▶ **Work required**: Only the lines below from the one containing "its own module" to the one containing "runs the receiver" should be repeated, both included and unchanged.

:: Material to process

"""Receiver of the link model: one block of samples in, one :class:`RxFrame` out.

:class:`Receiver` composes the three stages of the link's receiver DSP, each in its own module
and each built once per plan (all vectorized; one batched FFT per frame):

1. frame sync (:mod:`~brimline.drivers.link.sync`): Schmidl-Cox timing and fractional offset,
   integer and fine frequency offset, pilot phase tracking;
2. demodulation (:mod:`~brimline.drivers.link.demod`): the header bits, then hard decisions on
   the data symbols with the map the header names;
3. channel and noise fit (:mod:`~brimline.drivers.link.fit`): data-aided least squares per tone
   over the training, header and decided data rows, with the known-symbol fallback for tones
   whose decisions are unreliable.

Tones a narrowband interferer hits (3 dB above the local level of the training phase step)
take no part in the fine offset, the header vote or the other tones' noise pools.

:class:`FrameScanner` runs the receiver over a stream fed in pieces; :meth:`RxFrame.to_estimate`
turns a frame into the :class:`~brimline.daemon.records.Estimate` record the sources yield.
:class:`LinkTally` counts what a closed loop delivered: bit errors, frame errors (payload CRC)
and goodput.

Bad input never raises: a block without a frame, a truncated frame or a header failing its CRC
comes back as an RxFrame with ``reason`` set. After a failed CRC the estimate comes from the
training symbols alone with the noise pooled over neighbouring tones (one tone's training has a
single degree of freedom, and ``1/S`` then has no finite mean).

Several frames per pass: :meth:`Receiver.locate` is the sync search of one block and
:meth:`Receiver.estimate` estimates any number of located frames of one buffer together, every
step over a leading frame axis (:meth:`Receiver.receive` is the two for one frame).
:class:`FrameScanner`, which the streaming sources (radio, recorded IQ, IQ over ZeroMQ) feed,
locates the frames of each feed one window after another and then estimates them together.
No step mixes frames, so a frame's outputs are the same alone or in a batch, bit for bit
(``tests/test_receiver_batch.py``), and a frame that fails is flagged on its own. A call with
one frame (``receive``, which the simulator and the lockstep paths call per frame) drops the
frame axis: every step takes ``([frames,] ...)`` arrays (index with ``...`` and ``axis=-1``,
never ``[:, k]``), since each numpy call costs more per added dimension and a one-frame call is
mostly such fixed costs. Per-call Python lists and groups are built only when frames differ.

::::

▶ **Response box**:
:class:`Receiver` composes the three stages of the link's receiver DSP, each in its own module
and each built once per plan (all vectorized; one batched FFT per frame):

1. frame sync (:mod:`~brimline.drivers.link.sync`): Schmidl-Cox timing and fractional offset,
   integer and fine frequency offset, pilot phase tracking;
2. demodulation (:mod:`~brimline.drivers.link.demod`): the header bits, then hard decisions on
   the data symbols with the map the header names;
3. channel and noise fit (:mod:`~brimline.drivers.link.fit`): data-aided least squares per tone
   over the training, header and decided data rows, with the known-symbol fallback for tones
   whose decisions are unreliable.

Tones a narrowband interferer hits (3 dB above the local level of the training phase step)
take no part in the fine offset, the header vote or the other tones' noise pools.

:class:`FrameScanner` runs the receiver over a stream fed in pieces; :meth:`RxFrame.to_estimate`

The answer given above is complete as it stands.